GUESS is software for Bayesian variable selection and model averaging using a stochastic search algorithm to visit the most likely models via MCMC. There also exists an R package, R2GUESS, which is a wrapper for running GUESS, and provides useful diagnostic and summary functions.
This package, GUESSFM, aims to extend GUESS for fine mapping, defined here as the task of identifying the most likely set of causal variants. The are particular challenges for fine mapping, mostly related to the density of SNP markers. Nonetheless, this vignette will at first focus on an example dataset that comes with R2GUESS.
This vignettes introduces GUESSFM, and tries to do a sample run with simulated data. The other vignettes visit some topics in more depth:
plotting and SNP groups.
Although GUESS uses g-priors, which inhibits visiting models with SNPs in high LD, we have found that running GUESS with SNPs in complete LD can lead to instability. R2GUESS was created purely to allow running GUESS on a tagged set of SNPs to approximate the posterior model space, and then expand the most interesting models to include their tags. It is perhaps useful to give an example of expanding a model.
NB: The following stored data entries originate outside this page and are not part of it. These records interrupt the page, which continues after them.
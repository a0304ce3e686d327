"""Polynomials in floats, lowest power first, and a tree read as one on a stretch of its name.

Beside each coefficient goes its size: the sum of the magnitudes that it was added up from, which says how
much of it may be rounding.
"""

from __future__ import annotations

from collections.abc import Callable
from dataclasses import dataclass
from itertools import pairwise
from math import comb, sqrt

from loadpath.formula.tree import Binary, Bracket, Name, Negative, Node
from loadpath.numeric.trees import Worth, holding, typed_number

Coefficients = tuple[float, ...]
Sized = tuple[Coefficients, Coefficients]
"""Coefficients and their sizes; both empty for zero."""

MOST_DEGREE = 24
ON_THE_BRACKET = 1e-12
"""As in `evaluate.numbers`: a difference within this much of its larger operand is zero inside a bracket."""


# --- arithmetic ---------------------------------------------------------------------------------------------


def at(c: Coefficients, t: float) -> float:
    """The value at t."""
    y = 0.0
    for each in reversed(c):
        y = y * t + each
    return y


def derivative(c: Coefficients) -> Coefficients:
    """Of a polynomial."""
    return tuple(k * each for k, each in enumerate(c))[1:]


def _sum(a: Coefficients, b: Coefficients) -> Coefficients:
    longer, shorter = (a, b) if len(a) >= len(b) else (b, a)
    return tuple(x + y for x, y in zip(longer, shorter, strict=False)) + longer[len(shorter) :]


def _product(a: Coefficients, b: Coefficients) -> Coefficients:
    if len(a) == 1:
        return tuple(a[0] * y for y in b)
    if len(b) == 1:
        return tuple(x * b[0] for x in a)
    c = [0.0] * (len(a) + len(b) - 1) if a and b else []
    for i, x in enumerate(a):
        for j, y in enumerate(b):
            c[i + j] += x * y
    return tuple(c)


def _times(a: Sized, b: Sized) -> Sized:
    return _product(a[0], b[0]), _product(a[1], b[1])


def _power(a: Sized, n: int) -> Sized:
    whole: Sized = ((1.0,), (1.0,))
    for _ in range(n):
        whole = _times(whole, a)
    return whole


# --- real roots between 0 and 1 -----------------------------------------------------------------------------


def roots_in_unit(c: Coefficients) -> tuple[float, ...]:
    """The real roots from 0 to 1, rising; a root that only touches counts once. None for zero throughout."""
    while c and c[-1] == 0:
        c = c[:-1]
    if len(c) < 2 or abs(c[0]) > sum(map(abs, c[1:])):
        return ()
    if len(c) == 2:
        return tuple(t for t in (-c[0] / c[1],) if 0 <= t <= 1)
    if len(c) == 3:
        return tuple(t for t in _of_quadratic(*c) if 0 <= t <= 1)
    stations = [0.0, *roots_in_unit(derivative(c)), 1.0]
    touching = 1e-14 * sum(map(abs, c))
    found = [t for t in stations if abs(at(c, t)) <= touching]
    for a, b in pairwise(stations):
        if a not in found and b not in found and (at(c, a) < 0) != (at(c, b) < 0):
            found.append(_between(c, a, b))
    return tuple(sorted(set(found)))


def _of_quadratic(c: float, b: float, a: float) -> tuple[float, ...]:
    inside = b * b - 4 * a * c
    if inside < -1e-14 * b * b:
        return ()
    far = -(b + (sqrt(max(inside, 0.0)) if b >= 0 else -sqrt(max(inside, 0.0)))) / 2
    if far == 0:
        return (0.0,)
    return tuple(sorted({far / a, c / far}))


def _between(c: Coefficients, a: float, b: float) -> float:
    """The one root between places of opposite sign: Newton's steps, halving where one leads outside."""
    rising, slope_of = at(c, b) > 0, derivative(c)
    x = (a + b) / 2
    for _ in range(200):
        y, slope = at(c, x), at(slope_of, x)
        if y == 0:
            return x
        a, b = (a, x) if (y > 0) == rising else (x, b)
        new = x - y / slope if slope else a
        if not a < new < b:
            new = (a + b) / 2
        if abs(new - x) <= 1e-16 or b - a <= 1e-16:
            return new
        x = new
    return x


# --- a tree as a polynomial ---------------------------------------------------------------------------------


@dataclass(frozen=True, slots=True)
class Stretch:
    """From `start` on, x = start + width*t."""

    start: float
    width: float


Work = Callable[[Stretch], Sized]


@dataclass(frozen=True, slots=True)
class Reading:
    """A tree as a polynomial on any stretch in which no bracket breaks."""

    degree: int
    work: Work


def read_polynomial(node: Node, x: str, value: Worth, *, brackets: bool) -> Reading | None:
    """None where the tree is no polynomial of x, or one above `MOST_DEGREE`.

    With `brackets`, Macaulay brackets of polynomials count. `value` works what is free of x.
    """
    return _Reader(x, value, holding(node, frozenset([x])), brackets).read(node)


@dataclass(frozen=True, slots=True)
class _Reader:
    x: str
    value: Worth
    holds: frozenset[int]
    brackets: bool

    def read(self, node: Node) -> Reading | None:
        if id(node) not in self.holds:
            return _constant(float(self.value(node)))
        match node:
            case Name():
                return Reading(1, lambda s: ((s.start, s.width), (abs(s.start), abs(s.width))))
            case Negative(operand=operand):
                return _scaled(self.read(operand), -1.0)
            case Binary():
                return self._binary(node)
            case Bracket() if self.brackets:
                return self._bracket(node)
        return None

    def _binary(self, node: Binary) -> Reading | None:
        if node.operator == "^":
            return self._power(node)
        if node.operator == "/":
            if id(node.right) in self.holds:
                return None
            divisor = float(self.value(node.right))
            return _divided(self.read(node.left), divisor)
        left, right = self.read(node.left), self.read(node.right)
        if left is None or right is None:
            return None
        if node.operator == "*":
            return _multiplied(left, right)
        return _added(left, right if node.operator == "+" else _scaled(right, -1.0))

    def _power(self, node: Binary) -> Reading | None:
        if id(node.right) in self.holds:
            return None
        n = typed_number(node.right)
        n = float(self.value(node.right)) if n is None else n
        inner = self.read(node.left)
        if inner is None or n != int(n) or not 0 <= n * max(inner.degree, 1) <= MOST_DEGREE:
            return None
        whole, work = int(n), inner.work
        return Reading(inner.degree * whole, lambda s: _power(work(s), whole))

    def _bracket(self, node: Bracket) -> Reading | None:
        inner = _Reader(self.x, self.value, self.holds, brackets=False).read(node.inner)
        if inner is None or inner.degree * node.power > MOST_DEGREE:
            return None
        degree, n, work = inner.degree * node.power, node.power, inner.work
        line = work(UNIT)[0]
        if len(line) == 2 and line[1] != 0:
            return Reading(degree, _of_line(-line[0] / line[1], line[1], n))

        def bracket(s: Stretch) -> Sized:
            whole = work(s)
            return _power(whole, n) if at(whole[0], 0.5) >= 0 else ((), ())

        return Reading(degree, bracket)


UNIT = Stretch(0.0, 1.0)


def _of_line(place: float, slope: float, n: int) -> Work:
    """`<slope*(x - place)>^n`, opened about the start of the stretch."""

    def bracket(s: Stretch) -> Sized:
        apart = s.start - place
        if (apart + s.width / 2) * slope < 0:
            return (), ()
        if abs(apart) <= ON_THE_BRACKET * max(abs(s.start), abs(place)):
            apart = 0.0
        a, b = slope * apart, slope * s.width
        opened = tuple(comb(n, k) * a ** (n - k) * b**k for k in range(n + 1))
        return opened, tuple(abs(c) for c in opened)

    return bracket


def _constant(c: float) -> Reading:
    sized = ((c,), (abs(c),))
    return Reading(0, lambda s: sized)


def _scaled(reading: Reading | None, factor: float) -> Reading | None:
    if reading is None:
        return None
    work, by = reading.work, ((factor,), (abs(factor),))
    return Reading(reading.degree, lambda s: _times(by, work(s)))


def _divided(reading: Reading | None, divisor: float) -> Reading | None:
    if reading is None:
        return None
    work = reading.work

    def quotient(s: Stretch) -> Sized:
        c, sizes = work(s)
        return tuple(each / divisor for each in c), tuple(each / abs(divisor) for each in sizes)

    return Reading(reading.degree, quotient)


def _added(left: Reading, right: Reading | None) -> Reading | None:
    if right is None:
        return None
    a, b = left.work, right.work

    def total(s: Stretch) -> Sized:
        (c, sizes), (d, more) = a(s), b(s)
        return _sum(c, d), _sum(sizes, more)

    return Reading(max(left.degree, right.degree), total)


def _multiplied(left: Reading, right: Reading) -> Reading | None:
    if left.degree + right.degree > MOST_DEGREE:
        return None
    a, b = left.work, right.work
    return Reading(left.degree + right.degree, lambda s: _times(a(s), b(s)))
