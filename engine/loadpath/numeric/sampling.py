"""The points of a curve for a plot: even steps, breaks, jumps and peaks."""

from __future__ import annotations

import math

from loadpath.numeric.sides import Sides, evenly, sides, spread_of
from loadpath.numeric.trouble import Curve, check_bounds, tried

NEAR = 1e-9
"""An even step within this share of the stretch from a break or a peak gives way to it."""


def sample(
    f: Curve,
    f_left: Curve | None,
    low: float,
    high: float,
    places: tuple[float, ...],
    peaks: tuple[float, ...],
    count: int = 201,
) -> tuple[tuple[float, float], ...]:
    """Points (x, y) of a curve, coherent SI, x never falling; y is nan where the curve has no value.

    Evenly spaced, with the breaks (two points with one x at a jump, three where the value at the place is
    neither side's) and the peaks exactly. Raises ValueError for bounds that are none and fewer than two
    points.
    """
    low, high = check_bounds(low, high)
    if count < 2:
        raise ValueError(f"{count} points")
    breaks = {p for p in places if low <= p <= high}
    own = breaks | {p for p in peaks if low <= p <= high} | {low, high}
    steps = [p for p in evenly(low, high, count) if all(abs(p - q) > NEAR * (high - low) for q in own)]
    spread = spread_of([tried(f, p) for p in evenly(low, high, count)])
    points: list[tuple[float, float]] = []
    for x in sorted({*steps, *own}):
        if x in breaks:
            values = _different(sides(f, f_left, x, low, high, spread), x, high, f_left)
            points += [(x, y) for y in values]
        else:
            points.append((x, tried(f, x)))
    return tuple(points)


def _different(found: Sides, x: float, high: float, f_left: Curve | None) -> list[float]:
    """The values at a break from left to right, each once."""
    left = found.left
    if x == high and f_left is not None:
        left = tried(f_left, x)
    values = [found.here]
    if not math.isnan(left) and left != found.here:
        values.insert(0, left)
    if not math.isnan(found.right) and found.right != found.here:
        values.append(found.right)
    return values
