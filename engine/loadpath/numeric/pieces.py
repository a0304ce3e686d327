"""Where a tree breaks along its name, and the polynomials that it is between the breaks."""

from __future__ import annotations

import math
from collections.abc import Iterator
from dataclasses import dataclass
from itertools import pairwise

from loadpath.formula.binding import own_name
from loadpath.formula.tree import Binary, Bracket, Branch, Call, Node, Relation, children
from loadpath.numeric.polynomial import ON_THE_BRACKET, UNIT, Coefficients, Stretch, at, read_polynomial
from loadpath.numeric.trees import Worth, holding, unrolled
from loadpath.numeric.trouble import check_bounds

CRUMB = 1e-12
"""A coefficient within this much of the sizes it was added up from is zero: it is rounding."""


@dataclass(frozen=True, slots=True)
class Piece:
    """A polynomial from one break to the next, in t = (x - start)/(end - start)."""

    start: float
    end: float
    coefficients: Coefficients
    """Lowest power first, coherent SI; rounding crumbs are zero; at least one."""
    sizes: Coefficients
    """The magnitudes that each coefficient was added up from."""

    def rounding(self, t: float) -> float:
        """What of the value at t may be rounding."""
        return CRUMB * at(self.sizes, t)


def same_place(a: float, b: float) -> bool:
    """True where two places are one, as a bracket sees it."""
    return abs(a - b) <= ON_THE_BRACKET * max(abs(a), abs(b))


def bracket_places(node: Node, x: str, value: Worth) -> tuple[float, ...]:
    """Places where brackets of x and conditions on x change over, rising, each once.

    Found where the bracket's inside, or the difference of a relation's sides, is a polynomial of x. What
    stands inside an integral or another function with a name of its own is not looked at: it doesn't jump.
    """
    node = unrolled(node, x, value)
    holds = holding(node, frozenset([x]))
    found: list[float] = []
    for each in _outer(node):
        if id(each) not in holds:
            continue
        if isinstance(each, Bracket):
            found += [place for place, _ in _crossings(each.inner, x, value)]
        elif isinstance(each, Relation):
            for left, right in pairwise(each.operands):
                found += [place for place, _ in _crossings(Binary("-", left, right), x, value)]
    return merged(found)


def merged(places: list[float]) -> tuple[float, ...]:
    """Sorted, each once within rounding."""
    kept: list[float] = []
    for place in sorted(places):
        if not kept or not same_place(kept[-1], place):
            kept.append(place)
    return tuple(kept)


def jumps(node: Node, x: str, value: Worth) -> tuple[tuple[float, bool], ...]:
    """Places of zero-order brackets; True with those that begin there, False with those that end there."""
    node = unrolled(node, x, value)
    holds = holding(node, frozenset([x]))
    brackets = [b for b in _outer(node) if isinstance(b, Bracket) and b.power == 0 and id(b) in holds]
    return tuple(crossing for b in brackets for crossing in _crossings(b.inner, x, value))


def begins_at(bracket: Bracket, x: str, place: float, value: Worth) -> bool:
    """True where the bracket goes from zero to something at that place."""
    found = _crossings(bracket.inner, x, value)
    return any(rises and same_place(crossing, place) for crossing, rises in found)


def _outer(node: Node | Branch) -> Iterator[Node | Branch]:
    """The node and those below it, without what stands in a function that has a name of its own."""
    waiting = [node]
    while waiting:
        each = waiting.pop()
        yield each
        if not (isinstance(each, Call) and own_name(each) is not None):
            waiting += reversed(tuple(children(each)))


def _crossings(inside: Node, x: str, value: Worth) -> list[tuple[float, bool]]:
    """Where a polynomial goes through zero, and whether it rises there; nothing for any other tree."""
    try:
        reading = read_polynomial(inside, x, value, brackets=False)
    except (ArithmeticError, ValueError):
        return []
    if reading is None:
        return []
    c, _ = reading.work(UNIT)
    while c and c[-1] == 0:
        c = c[:-1]
    if len(c) == 2:
        return [(-c[0] / c[1] + 0.0, c[1] > 0)]
    return _real_crossings(c) if len(c) > 2 else []


def _real_crossings(c: Coefficients) -> list[tuple[float, bool]]:
    import numpy as np

    if not all(map(math.isfinite, c)):
        return []
    roots = np.roots(c[::-1])
    real = sorted(float(r.real) for r in roots if abs(r.imag) <= 1e-9 * abs(r))
    # an even number of roots at one place only touches
    places = [p for p in dict.fromkeys(real) if real.count(p) % 2]
    rises = [c[-1] > 0 if (len(places) - i) % 2 else c[-1] < 0 for i in range(len(places))]
    return list(zip(places, rises, strict=True))


def pieces(node: Node, x: str, low: float, high: float, value: Worth) -> tuple[Piece, ...] | None:
    """The tree as polynomials between its breaks from `low` to `high`; None where it is none.

    Each bracket is opened about the start of the piece, so that twenty spans lose no digits. `value` works a
    tree that is free of x. Raises ValueError for bounds that are none.
    """
    low, high = check_bounds(low, high)
    node = unrolled(node, x, value)
    reading = read_polynomial(node, x, value, brackets=True)
    if reading is None:
        return None
    inner = [p for p in bracket_places(node, x, value) if low < p < high]
    inner = [p for p in inner if not same_place(p, low) and not same_place(p, high)]
    found = []
    for start, end in pairwise([low, *inner, high]):
        c, sizes = reading.work(Stretch(start, end - start))
        if not all(map(math.isfinite, sizes)):
            return None
        found.append(Piece(start, end, _clean(c, sizes), sizes or (0.0,)))
    return tuple(found)


def _clean(c: Coefficients, sizes: Coefficients) -> Coefficients:
    kept = [0.0 if abs(each) <= CRUMB * size else each for each, size in zip(c, sizes, strict=True)]
    while len(kept) > 1 and kept[-1] == 0:
        kept.pop()
    return tuple(kept) or (0.0,)
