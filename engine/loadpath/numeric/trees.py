"""What the numerical methods ask of a formula tree, and the few changes they make to one."""

from __future__ import annotations

from collections.abc import Callable

from loadpath.formula.binding import own_name, put_in
from loadpath.formula.tree import (
    Binary,
    Branch,
    Call,
    Negative,
    Node,
    Number,
    Quantity,
    children,
    rebuilt,
    walk,
)
from loadpath.units import parse_unit

ZERO, ONE = Number("0"), Number("1")
MOST_TERMS = 200
"""A sum of more terms than this is not written out."""

Worth = Callable[[Node], float]
"""Works a tree that is free of the name in question: coherent SI."""


def holding(node: Node, names: frozenset[str]) -> frozenset[int]:
    """The `id` of every node, from the given one down, in which one of the names occurs."""
    found: set[int] = set()

    def mark(each: Node | Branch) -> bool:
        inside = [mark(child) for child in children(each)]
        if any(inside) or getattr(each, "name", None) in names:
            found.add(id(each))
        return id(each) in found

    mark(node)
    return frozenset(found)


def unrolled(node: Node, x: str, value: Worth) -> Node:
    """The tree with each `sum(f, k, m, n)` that holds the name written out term by term."""
    if not any(isinstance(each, Call) and each.function == "sum" for each in walk(node)):
        return node
    holds = holding(node, frozenset([x]))

    def change(each: Node) -> Node | None:
        if not (isinstance(each, Call) and each.function == "sum" and id(each) in holds):
            return None
        own = own_name(each)
        if own is None or any(id(bound) in holds for bound in each.arguments[2:]):
            return None
        first, last = (round(value(bound)) for bound in each.arguments[2:])
        if not 0 <= last - first < MOST_TERMS:
            return None
        terms = [put_in(each.arguments[0], {own.name: _counted(k)}) for k in range(first, last + 1)]
        whole = terms[0]
        for term in terms[1:]:
            whole = Binary("+", whole, term)
        return unrolled(whole, x, value)

    return rebuilt(node, change)


def _counted(k: int) -> Node:
    return Number(str(k)) if k >= 0 else Negative(Number(str(-k)))


def typed_number(node: Node) -> float | None:
    """The value of plain numbers typed as an exponent: `3`, `-1`, `1/3`; None for anything else."""
    match node:
        case Number(text=text):
            return float(text.replace("_", ""))
        case Negative(operand=operand):
            inner = typed_number(operand)
            return None if inner is None else -inner
        case Binary(operator="/", left=left, right=right):
            over, under = typed_number(left), typed_number(right)
            return over / under if over is not None and under else None
    return None


def is_zero(node: Node) -> bool:
    """True for a typed `0` with or without a unit; `0 degC` is not zero."""
    if isinstance(node, Quantity):
        return all(
            part.over is None
            and float(part.whole.replace("_", "")) == 0
            and parse_unit(part.unit).to_si(0.0) == 0
            for part in node.parts
        )
    return isinstance(node, Number) and float(node.text.replace("_", "")) == 0


def is_one(node: Node) -> bool:
    """True for a typed plain `1`."""
    return isinstance(node, Number) and float(node.text.replace("_", "")) == 1
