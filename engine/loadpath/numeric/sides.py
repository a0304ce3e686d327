"""The values of a curve on both sides of a place where it may jump."""

from __future__ import annotations

import math
from dataclasses import dataclass

from loadpath.numeric.trouble import Curve, tried

BESIDE = 4e-9
"""How far beside a place, in parts of it or of the stretch: conditions see nearer values as equal (1e-9)."""
JUMP = 1e-6
"""A change across a place above this share of all values is a jump."""


@dataclass(frozen=True, slots=True)
class Sides:
    """nan where the curve has no value, or where the side is outside the stretch."""

    left: float
    here: float
    right: float


def beside(place: float, low: float, high: float) -> float:
    """A distance that is certainly off a place."""
    return BESIDE * max(abs(place), high - low)


def sides(f: Curve, f_left: Curve | None, place: float, low: float, high: float, spread: float) -> Sides:
    """Just left, at, and just right of a place.

    `f_left` knows the brackets that begin there; any other jump shows in the values beside the place.
    `spread` is the range of the values, against which a jump is told from a slope.
    """
    apart, here = beside(place, low, high), tried(f, place)
    left = tried(f_left, place) if f_left is not None else here
    return Sides(
        _limit(f, left, place, -apart, spread) if place - 2 * apart > low else math.nan,
        here,
        _limit(f, here, place, apart, spread) if place + 2 * apart < high else math.nan,
    )


def _limit(f: Curve, expected: float, place: float, step: float, spread: float) -> float:
    """The value expected on a side; where the values there are others, a line through two of them."""
    near, next_to_it = tried(f, place + step), tried(f, place + 2 * step)
    if abs(near - expected) <= JUMP * spread:
        return expected
    return 2 * near - next_to_it if abs(near - next_to_it) <= JUMP * spread else near


def spread_of(values: list[float]) -> float:
    """The range of the values that there are."""
    there = [v for v in values if not math.isnan(v)]
    return max(there) - min(there) if there else 0.0


def evenly(low: float, high: float, count: int) -> list[float]:
    """Places from low to high, both exactly."""
    step = high - low
    return [low, *(low + step * i / (count - 1) for i in range(1, count - 1)), high]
Suppose we begin tagging, and determine a couple of tag groups as follows:
Tag | SNPs in tag group |
\(A\) | \(A_1\), \(A_2\) |
\(B\) | \(B_1\) |
R2GUESS will remove SNPs A1, A2 and B1, and will save a file
containing an object of class tags
containting the information in
the above table. Then, suppose after GUESS has run on the set of tag
SNPs, model ((A,B)) is one of the most interesting. GUESS FM will
`expand' this model to the set of models ({(A,B), (A_1,B), (A_2,B),
(A,B_1), (A_1,B_1), (A_2,B_1)}).
We assess each model using Bayes Factors. The Bayes Factor for model (M_i) is
$$BF_{i0} = \frac{P(M_i | \text{data} )}{P(M_0 | \text{data})}.$$
In a fully Bayesian analysis, the individual model probabilities are calculated by integrating over prior distributions for the model parameters (regression coefficients, for example). This is what GUESS does. However, it assumes a linear model when often we will want to fine map a disease trait and therefore use a logistic model. Further, we cannot go back and run the expanded models through GUESS. Instead, we use Approximate Bayes Factors, based on the BIC:
$$-2 \log{ABF_{i0}} = BIC(M_i) - BIC(M_0).$$
These are calculated within R via the glm
and BIC
functions.
At what threshold should you tag? Probably, as high as you can go without inducing instability in GUESS. We have found (r^2=0.99) to work in some large datasets, but your mileage may vary. In the examples below we use a lower threshold purely for demonstration.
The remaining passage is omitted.